- Education: University of Texas at Austin (BS)
- Occupations: Software engineer; business executive; financier;

= Eric Feng =

American software engineer and business executive

Eric Feng is an American software engineer, business executive, and financier. He is a former general partner at the venture capital firm Kleiner Perkins Caulfield & Byers, where he focused on leading early stage consumer investments before leaving in 2018. Previously he was CTO of Kleiner Perkins portfolio company Flipboard, along with other companies.

==Early life and education==
From Texas, Feng earned his B.S. degree in electrical engineering from the University of Texas at Austin in 1999, and received the IEC Everitt Award as the top graduating engineering student.

==Career==
He started his professional career at Trilogy Software, where he cofounded Uberworks.com, which was later acquired by a publicly traded Network Commerce in 2000. He went on to hold leadership positions at Microsoft Research, working with the Microsoft China research lab in Beijing as a program manager. In Beijing he co-founded and served as CEO of the online video platform startup called Mojiti, which was acquired by Hulu in 2007. As part of the acquisition, Feng joined Hulu as the founding CTO and head of product.

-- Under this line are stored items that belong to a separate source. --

package lodebook.db.stock;

import static org.junit.jupiter.api.Assertions.assertEquals;
import static org.junit.jupiter.api.Assertions.assertThrows;
import static org.junit.jupiter.api.Assertions.assertTrue;

import java.util.List;
import java.util.Objects;
import lodebook.assembly.magnet.MagnetType;
import lodebook.assembly.magnet.Strength;
import lodebook.db.TestBook;
import lodebook.db.TestShop;
import lodebook.db.book.Book;
import lodebook.db.history.Histories;
import lodebook.db.refusal.RowsRefused;
import org.junit.jupiter.params.ParameterizedTest;
import org.junit.jupiter.params.provider.EnumSource;

class PieceImportTest {
  /// Mean of the readings and half a tesla, the uncertainty a tenth of a tesla over their number.
  static final StrengthEstimator HALF_A_TESLA_MORE =
      (type, grade, readings) ->
          new Strength(
              0.5 + readings.stream().mapToDouble(TakenReading::fluxTesla).average().orElseThrow(),
              0.1 / readings.size());

  static ReadingRow row(long number, String cell) {
    return new ReadingRow(number, "T-1", cell, 0.75, 1e-3, 21.0, "GM-1", null, null);
  }

  private static ReadingRow reading(long number, double flux) {
    return new ReadingRow(number, null, null, flux, 1e-3, null, null, null, null);
  }

  @ParameterizedTest
  @EnumSource
  void piecesGetACellAReadingAndAStrength(TestBook database) {
    try (Book book = Book.open(database.newShop(), TestBook.visit())) {
      PieceImport imports = new PieceImport(book, HALF_A_TESLA_MORE);
      assertEquals(
          new ImportedReadings(3, 2, 2, 1, 1),
          imports.importReadings(
              TestShop.BENCH,
              "l-1",
              List.of(row(17, "A10"), row(2, "A2"), reading(17, 0.85)),
              null));
      Pieces pieces = new Pieces(book);
      assertEquals(
          List.of(
              new Piece(
                  new PieceName("L-1", 2),
                  PieceState.USABLE,
                  new Strength(1.25, 0.1),
                  new Piece.Cell("T-1", "A2"),
                  null,
                  null),
              new Piece(
                  new PieceName("L-1", 17),
                  PieceState.USABLE,
                  new Strength(1.3, 0.05),
                  new Piece.Cell("T-1", "A10"),
                  null,
                  null)),
          pieces.list("L-1"));
      assertEquals(
          List.of("A2 L-1/0002", "A10 L-1/0017"),
          new Trays(book).show("t-1").stream().map(c -> c.cell() + " " + c.piece()).toList());

      imports.importReadings(TestShop.BENCH, "L-1", List.of(reading(2, 0.65)), null);
      assertEquals(new Strength(1.2, 0.05), pieces.show(PieceName.of("L-1/2")).strength());
      assertEquals(2, pieces.readings(PieceName.of("L-1/0002")).size());
      assertEquals(2, new Lots(book).show("L-1").measured());
    }
  }

  @ParameterizedTest
  @EnumSource
  void theSameFileOrRowAgainIsRefusedWithoutAReason(TestBook database) {
    try (Book book = Book.open(database.newShop(), TestBook.visit())) {
      PieceImport imports = new PieceImport(book, HALF_A_TESLA_MORE);
      List<ReadingRow> rows = List.of(row(1, "A1"), row(2, "A2"));
      imports.importReadings(TestShop.BENCH, "L-1", rows, null);
      LotTest.assertRefused(
          "all readings of the file (2) are in the book already for lot L-1",
          "lodebook piece import L-1 FILE --again --why TEXT",
          () -> imports.importReadings(TestShop.BENCH, "L-1", rows, null));
      assertProblems(
          imports,
          List.of(row(3, "A3"), row(2, "A2"), row(3, "A3")),
          "1 piece: piece L-1/0002: this reading is in the book already",
          "2 piece: piece L-1/0003: the same reading stands in row 1 of the file");
      imports.importReadings(TestShop.BENCH, "L-1", rows, "read twice to be sure");
      imports.importReadings(TestShop.BENCH, "L-1", rows, "and again");
      assertEquals(3, new Pieces(book).readings(PieceName.of("L-1/1")).size());
      assertEquals(
          "again: read twice to be sure",
          new Histories(book)
              .list("L-1").stream()
                  .flatMap(e -> e.fields().stream())
                  .filter(f -> f.name().equals("again"))
                  .map(f -> f.name() + ": " + f.content())
                  .findFirst()
                  .orElseThrow());
    }
  }

  @ParameterizedTest
  @EnumSource
  void everyFaultOfAFileIsListedAndNothingIsTakenIn(TestBook database) {
    try (Book book = Book.open(database.newShop(), TestBook.visit())) {
      PieceImport imports = new PieceImport(book, HALF_A_TESLA_MORE);
      imports.importReadings(TestShop.BENCH, "L-1", List.of(row(1, "A1"), row(2, "A2")), null);
      new PieceDecisions(book).scrap(TestShop.BENCH, PieceName.of("L-1/2"), "chipped");
      int lines = new Histories(book).list(null).size();
      assertProblems(
          imports,
          List.of(
              reading(2, 0.7),
              row(3, "A1"),
              new ReadingRow(1, "T-1", "B1", 0.7, 1e-3, null, "GM-9", "ZZ", null),
              new ReadingRow(4, "GM-1", "B2", -0.7, 1e-3, null, null, null, null),
              new ReadingRow(5, "T-1", null, 0.7, -1e-3, null, null, null, null),
              new ReadingRow(6, "T-2", "C1", 0.7, 1e-3, null, null, null, null),
              new ReadingRow(7, "T-2", "C1", 0.7, 1e-3, null, null, null, null),
              new ReadingRow(0, "T 2", "C1", 0.7, 1e-3, null, null, null, null)),
          "0 piece: piece L-1/0002 is scrapped",
          "1 cell: cell T-1 A1 holds piece L-1/0001",
          "2 cell: piece L-1/0001 lies in T-1 A1, not in T-1 B1",
          "2 meter: there is no meter GM-9",
          "2 by: nobody here signs as ZZ",
          "3 value: piece L-1/0004: a reading over the north face is above 0: south face, or"
              + " the sign inverted?",
          "3 tray: GM-1 is taken already: it is a meter",
          "4 standoff_mm: piece L-1/0005: the standoff is not negative",
          "4 cell: piece L-1/0005: a tray needs a cell and a cell a tray",
          "6 cell: cell T-2 C1 would hold L-1/0006 and L-1/0007",
          "7 piece: pieces are numbered from 1, not 0",
          "7 tray: \"T 2\" cannot be a number of the shop: 1 to 40 letters, digits, \".\", \"_\","
              + " \"-\", not digits alone");
      assertEquals(lines, new Histories(book).list(null).size());
      assertEquals(2, new Pieces(book).list("L-1").size());
    }
  }

  @ParameterizedTest
  @EnumSource
  void aLotHasNoMorePiecesThanItCounts(TestBook database) {
    try (Book book = Book.open(database.newShop(), TestBook.visit())) {
      new LotImport(book).importLots(TestShop.BENCH, List.of(TestShop.lot("L-2", 1)));
      PieceImport imports = new PieceImport(book, HALF_A_TESLA_MORE);
      RowsRefused refused =
          assertThrows(
              RowsRefused.class,
              () ->
                  imports.importReadings(
                      TestShop.BENCH, "L-2", List.of(reading(8, 0.7), reading(9, 0.7)), null));
      assertEquals(
          "1 piece: L-2/0009 would be one more piece than lot L-2 has: it counts 1",
          LotTest.text(refused.problems().getFirst()));
      assertEquals(
          "lodebook lot count L-2 2 --why TEXT", refused.problems().getFirst().refusal().remedy());
    }
  }

  @ParameterizedTest
  @EnumSource
  void anUnsureTrayIsUnmeasuredUntilItIsReadAgain(TestBook database) {
    try (Book book = Book.open(database.newShop(), TestBook.visit())) {
      PieceImport imports = new PieceImport(book, HALF_A_TESLA_MORE);
      imports.importReadings(TestShop.BENCH, "L-1", List.of(row(1, "A1"), row(2, "A2")), null);
      assertEquals(2, new Trays(book).unsure(TestShop.BENCH, "T-1", "dropped"));
      assertEquals(0, new Lots(book).show("L-1").measured());
      imports.importReadings(TestShop.BENCH, "L-1", List.of(reading(1, 0.8)), null);
      assertEquals(new Strength(1.3, 0.1), new Pieces(book).show(PieceName.of("L-1/1")).strength());
      assertEquals(
          List.of(true, false),
          new Pieces(book)
              .readings(PieceName.of("L-1/1")).stream().map(PieceReading::doubted).toList());
    }
  }

  @ParameterizedTest
  @EnumSource
  void twoPiecesChangePlacesAtOnce(TestBook database) {
    try (Book book = Book.open(database.newShop(), TestBook.visit())) {
      PieceName one = PieceName.of("L-1/1");
      PieceName two = PieceName.of("L-1/2");
      new PieceImport(book, HALF_A_TESLA_MORE)
          .importReadings(
              TestShop.BENCH, "L-1", List.of(row(1, "A1"), row(2, "A2"), row(3, "A3")), null);
      TrayMoves moves = new TrayMoves(book);
      moves.move(
          TestShop.BENCH, List.of(new CellMove(one, "T-1", "A2"), new CellMove(two, "T-9", "A1")));
      assertEquals(
          List.of("A2 L-1/0001", "A3 L-1/0003"),
          new Trays(book).show("T-1").stream().map(c -> c.cell() + " " + c.piece()).toList());
      RowsRefused refused =
          assertThrows(
              RowsRefused.class,
              () ->
                  moves.move(
                      TestShop.BENCH,
                      List.of(
                          new CellMove(one, "T-1", "A3"),
                          new CellMove(PieceName.of("L-1/9"), "T-1", "A4"))));
      assertEquals(
          List.of(
              "0 cell: cell T-1 A3 holds piece L-1/0003", "1 piece: there is no piece L-1/0009"),
          refused.problems().stream().map(LotTest::text).toList());
    }
  }

  /// The block's field on its axis: checked against the closed form, B/Br at 1 mm.
  @ParameterizedTest
  @EnumSource
  void aStrengthIsTheReadingOverTheFieldOfAMagnetOfOneTesla(TestBook database) {
    try (Book book = Book.open(database.newShop(), TestBook.visit())) {
      double perRemanence = onAxis(1e-3, 4e-3, 10e-3, 4e-3);
      MagnetType block = TestShop.BLOCK;
      new MagnetTypes(book)
          .importTypes(
              TestShop.LEAD,
              List.of(
                  new MagnetType(
                      "HARD",
                      block.shape(),
                      block.thicknessMetres(),
                      block.widthMetres(),
                      block.lengthMetres(),
                      0,
                      0,
                      0,
                      "N42",
                      0.05e-3,
                      "",
                      1,
                      0)));
      NewLot lot = TestShop.lot("L-2", 5);
      new LotImport(book)
          .importLots(
              TestShop.LEAD,
              List.of(new NewLot("L-2", "HARD", "S", "", lot.received(), 5, "", null, "")));
      new PieceImport(book)
          .importReadings(
              TestShop.BENCH,
              "L-2",
              List.of(
                  new ReadingRow(
                      1, null, null, 1.3 * perRemanence, 1e-3, 20.0, "GM-1", null, null)),
              null);
      Strength strength = new Pieces(book).show(PieceName.of("L-2/1")).strength();
      assertEquals(1.3, Objects.requireNonNull(strength).remanenceTesla(), 1e-9);
      assertTrue(strength.standardUncertaintyTesla() > 0.013);
    }
  }

  private static double onAxis(double z, double width, double length, double thickness) {
    return (pole(z, width, length) - pole(z + thickness, width, length)) / Math.PI;
  }

  private static double pole(double z, double width, double length) {
    return Math.atan(
        width * length / (2 * z * Math.sqrt(4 * z * z + width * width + length * length)));
  }

  private static void assertProblems(
      PieceImport imports, List<ReadingRow> rows, String... expected) {
    RowsRefused refused =
        assertThrows(
            RowsRefused.class, () -> imports.importReadings(TestShop.BENCH, "L-1", rows, null));
    assertEquals(List.of(expected), refused.problems().stream().map(LotTest::text).toList());
  }
}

In 2010, Feng joined Kleiner Perkins and focused on sustainability and digital media investments, also becoming chief of staff to Kleiner Perkins partner Al Gore. Between 2011 and 2015, Feng incubated and worked at Kleiner Perkins portfolio companies Erly, Airtime Media, and Flipboard, before rejoining Kleiner Perkins in 2015 as a general partner focused on early-stage consumer investing. By 2016 he had led an investment into Handshake, a career network for college students, and was involved in the funding of the dollar store goods e-commerce stores Hollar and BorderX Lab.
He also recently started locating the video essentials e-commerce mobile platform Packagd. He left Kleiner Perkins in 2018.